Much ado about nothing, or another attack on the Internet information space by an increasingly paranoid and embattled regime?
Russia’s ban on Wikipedia ended Tuesday as abruptly and as mysteriously as it had begun, as Roskomnadzor, the regulator that is Russia’s equivalent of the Federal Communications Commission, unblocked access to the site less than 24 hours earlier.
Roskomnadzor had earlier blocked a page on the Russian-language of the site relating to Charas, a type of hashish, on the grounds that the page violated local narcotics laws by carrying too much detail about how to prepare the drug for human use. Because of technical issues, access to the whole Wikipedia site, in all languages, was blocked across Russia.
The move had triggered some nervously atavistic responses among liberals inside and outside Russia, who saw the move as the extension of a multi-faceted ‘information war’ between the Kremlin and its opponents over recent years, a time in which President Vladimir Putin has used new legislation to clamp down heavily not only on political dissent, but on anything that deviates from a conservative, Orthodox and generally anti-western world view. (Sure enough, at least one local legislator in Moscow was calling for a “national alternative” to Wikipedia Tuesday–a project that would, alas, almost certainly need funding from the budget…)
It’s a campaign which has been rich in absurdities from the get-go, highlighting the gulf between the modern world as it is, and how the Kremlin would like it to be.

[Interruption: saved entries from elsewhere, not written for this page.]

def _site_labels(sites: pd.DataFrame, est: np.ndarray, lo: np.ndarray, hi: np.ndarray,
                 rob: Mapping[str, np.ndarray]) -> list[str]:
    """Right-hand text per site: estimate, CI, and for weak sites the robust interval."""
    f = _col(sites, "first_stage_f")
    pooled = sites["included_in_pool"].fillna(False).astype(bool).to_numpy()
    notes = sites["note"].fillna("").astype(str).to_numpy()
    out = []
    # building one label per site is string formatting only (no computation)
    for i in range(len(sites)):
        if not np.isfinite(est[i]):
            reason = notes[i] or str(sites["status"].iloc[i])
            text = "CACE not estimable: " + (reason[:60] + "\u2026" if len(reason) > 60 else reason)
        else:
            text = f"{format_number(est[i])} [{format_number(lo[i])}, {format_number(hi[i])}]"
        kind = rob["kind"][i]
        if not pooled[i]:
            text += "  \u00b7 not pooled"
        if rob["weak"][i]:
            text += f"\nweak: F = {format_number(f[i], 1)}"
            if kind in ("tF", "AR"):
                text += f", {kind} [{format_number(rob['a_low'][i])}, {format_number(rob['a_high'][i])}]"
            elif kind == "AR two rays":
                text += (f", AR (\u2212inf, {format_number(rob['a_high'][i])}] \u222a "
                         f"[{format_number(rob['b_low'][i])}, inf)")
            elif kind == "AR whole line":
                text += ", AR set unbounded (whole line)"
            elif kind == "AR empty":
                text += ", AR set empty"
        out.append(plain_text(text))
    return out


def uptake_figure(trends: pd.DataFrame, flagged: Mapping[str, Sequence[str]], ncols: int | None = None) -> Figure:
    """Small multiples of uptake share by assignment period, one panel per site.

    Parameters
    ----------
    trends : pandas.DataFrame
        ``uptake_trends`` rows on the cohort basis (site_id, arm,
        period_start, uptake_share).
    flagged : mapping
        Site -> active uptake / first-stage alert rules.  Flagged panels get
        a thick vermillion frame, the rule in the title and a triangle at
        the latest period of the arm concerned.
    ncols : int, optional
        Panels per row (default 3 up to 9 sites, else 5).

    Returns
    -------
    matplotlib.figure.Figure
    """
    site_ids = sorted(trends["site_id"].astype(str).unique())
    n = len(site_ids)
    ncols = ncols or (min(n, 3) if n <= 9 else 5)
    nrows = math.ceil(n / ncols)
    wrap = 40 if ncols <= 3 else 24
    titles = {site: plain_text(site) + ("\n" + "\n".join(textwrap.wrap(
        "\u25b2 " + plain_text(", ".join(flagged[site])), wrap)) if flagged.get(site) else "") for site in site_ids}
    lines = [titles[site].count("\n") + 1 for site in site_ids]
    title_lines, top_lines = max(lines, default=1), max(lines[:ncols], default=1)
    # fixed margins in inches (a layout engine would cost more time than all the drawing)
    panel, gap = 1.45, 0.32 + 0.16 * title_lines          # axes height; room for tick labels and titles
    width = 10.5
    height = 0.7 + 0.55 + nrows * panel + (nrows - 1) * gap + 0.16 * top_lines
    fig = Figure(figsize=(width, height))
    fig.subplots_adjust(left=0.85 / width, right=1 - 0.15 / width, bottom=0.6 / height,
                        top=1 - (0.62 + 0.16 * top_lines) / height, wspace=0.15, hspace=gap / panel)
    axes = np.atleast_1d(fig.subplots(nrows, ncols, sharex=True, sharey=True, squeeze=False)).ravel()
    data = trends.assign(site_id=trends["site_id"].astype(str),
                         period=pd.to_datetime(trends["period_start"]),
                         share=pd.to_numeric(trends["uptake_share"], errors="coerce"))
    styles = {"treatment": (OKABE_ITO["blue"], "-", "o", "treatment (offered)"),
              "control": (OKABE_ITO["orange"], "--", "s", "control")}
    groups = dict(tuple(data.groupby("site_id", sort=True)))
    # one Axes per site: matplotlib draws panels one at a time, so this loop over sites is unavoidable
    for ax, site in zip(axes, site_ids):
        d = groups[site]
        rules = list(flagged.get(site, ()))
        for arm, (color, ls, marker, _) in styles.items():
            a = d[d["arm"] == arm].sort_values("period")
            ax.plot(mdates.date2num(a["period"].to_numpy()), a["share"].to_numpy(), color=color, linestyle=ls, marker=marker,
                    markersize=3.5, linewidth=1.5)
            if rules and _rule_concerns(rules, arm) and not a.empty:
                last = a.dropna(subset=["share"]).tail(1)
                ax.plot(mdates.date2num(last["period"].to_numpy()), last["share"].to_numpy(), linestyle="none", marker="^",
                        markersize=11, markerfacecolor=OKABE_ITO["vermillion"], markeredgecolor="black", zorder=5)
        title = titles[site]
        if rules:
            for spine in ax.spines.values():
                spine.set_edgecolor(OKABE_ITO["vermillion"])
                spine.set_linewidth(2.5)
        ax.set_title(title, fontsize=9, loc="left", color=OKABE_ITO["vermillion"] if rules else "black",
                     fontweight="bold" if rules else "normal")
        ax.grid(axis="y", color="#DDDDDD", linewidth=0.6)
    for ax in axes[n:]:
        ax.set_visible(False)
    axes[0].set_ylim(-0.03, 1.03)
    axes[0].yaxis.set_major_formatter(PercentFormatter(1.0, decimals=0))
    axes[0].set_yticks([0.0, 0.25, 0.5, 0.75, 1.0])
    # fixed date ticks (at most 3 assignment periods, none on the right edge where a label would run into the
    # next panel): much faster than a date locator on every panel
    periods = np.unique(data["period"].dropna().to_numpy())
    if periods.size:
        last = max(periods.size - 2, 0) if periods.size > 2 else periods.size - 1
        picks = periods[np.unique(np.linspace(0, last, min(3, last + 1)).round().astype(int))]
        axes[0].set_xticks(mdates.date2num(picks), [pd.Timestamp(p).strftime("%d %b") for p in picks])
    for ax in axes[:n]:
        ax.tick_params(labelsize=8)
    handles = [Line2D([], [], color=c, linestyle=ls, marker=m, label=lab) for c, ls, m, lab in styles.values()]
    handles.append(Line2D([], [], linestyle="none", marker="^", markersize=10, markerfacecolor=OKABE_ITO["vermillion"],
                          markeredgecolor="black", label="active uptake / first-stage alert"))
    fig.legend(handles=handles, loc="upper center", bbox_to_anchor=(0.5, 1.0), ncol=3, frameon=False, fontsize=9)
    fig.supxlabel("week of assignment (cohort)", fontsize=9, y=0.08 / height, va="bottom")
    fig.supylabel("share who took up the offer", fontsize=9, x=0.08 / width, ha="left")
    return fig


def _rule_concerns(rules: Sequence[str], arm: str) -> bool:
    """Whether any rule is about ``arm`` (rules naming the other arm only are not)."""
    other = "control" if arm == "treatment" else "treatment"
    return any(arm in r or other not in r for r in rules)


_ID = re.compile(r'\bid="([^"]+)"')
_HREF = re.compile(r'href="#([^"]+)"')
_URL = re.compile(r"url\(#([^)]+)\)")


def figure_svg(fig: Figure, prefix: str, label: str) -> str:
    """Inline SVG markup of ``fig`` for an HTML page.

    The XML declaration and DOCTYPE are dropped, element ids get ``prefix``
    (unique within the page), the creation metadata is left out (so the
    output is reproducible) and the ``<svg>`` element gets ``role="img"``
    and an escaped ``aria-label``.
    """
    buf = io.StringIO()
    rc = {"svg.fonttype": "none", "svg.hashsalt": f"takeup-{prefix}"}
    with matplotlib.rc_context(rc):
        fig.savefig(buf, format="svg", metadata={"Date": None, "Creator": None, "Format": None, "Type": None})
    svg = buf.getvalue()
    svg = svg[svg.index("<svg"):]
    svg = _ID.sub(lambda m: f'id="{prefix}-{m.group(1)}"', svg)
    svg = _HREF.sub(lambda m: f'href="#{prefix}-{m.group(1)}"', svg)
    svg = _URL.sub(lambda m: f"url(#{prefix}-{m.group(1)})", svg)
    svg = svg.replace("<svg ", f'<svg role="img" aria-label="{html.escape(label, quote=True)}" ', 1)
    return svg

Roskomnadzor was asked earlier this month to investigate whether gay-themed emojis break Russia’s new law banning homosexual propaganda.
The move against Wikipedia appeared to be an extension of the same kind of zealous bureaucratic envelope-pushing that got social media service Reddit banned earlier in August for running a thread on “Minimal and Reliable Methods for Growing Psilocybe (hallucinogenic mushrooms).”
However, most of the 10,000 sites blocked by Roskomnadzor have had relatively small followings, with overt political agendas or commercial strategies. Wikipedia has neither, and has millions of users in Russia, a fact that suggests that there was more to be lost than gained by zealous application of the law.
By an accident of timing, Roskomnadzor’s action coincided with the culmination of a much clearer case of political repression, as a military court sentenced Ukrainian film-maker Oleg Sentsov to 20 years in prison, and fellow defendent Alexander Kolchenko to 10 years, for conspiring to commit acts of terrorism in the wake of Russia’s annexation of Crimea last year. Both dismissed the charges as trumped up in reaction to their demonstrating against the annexation.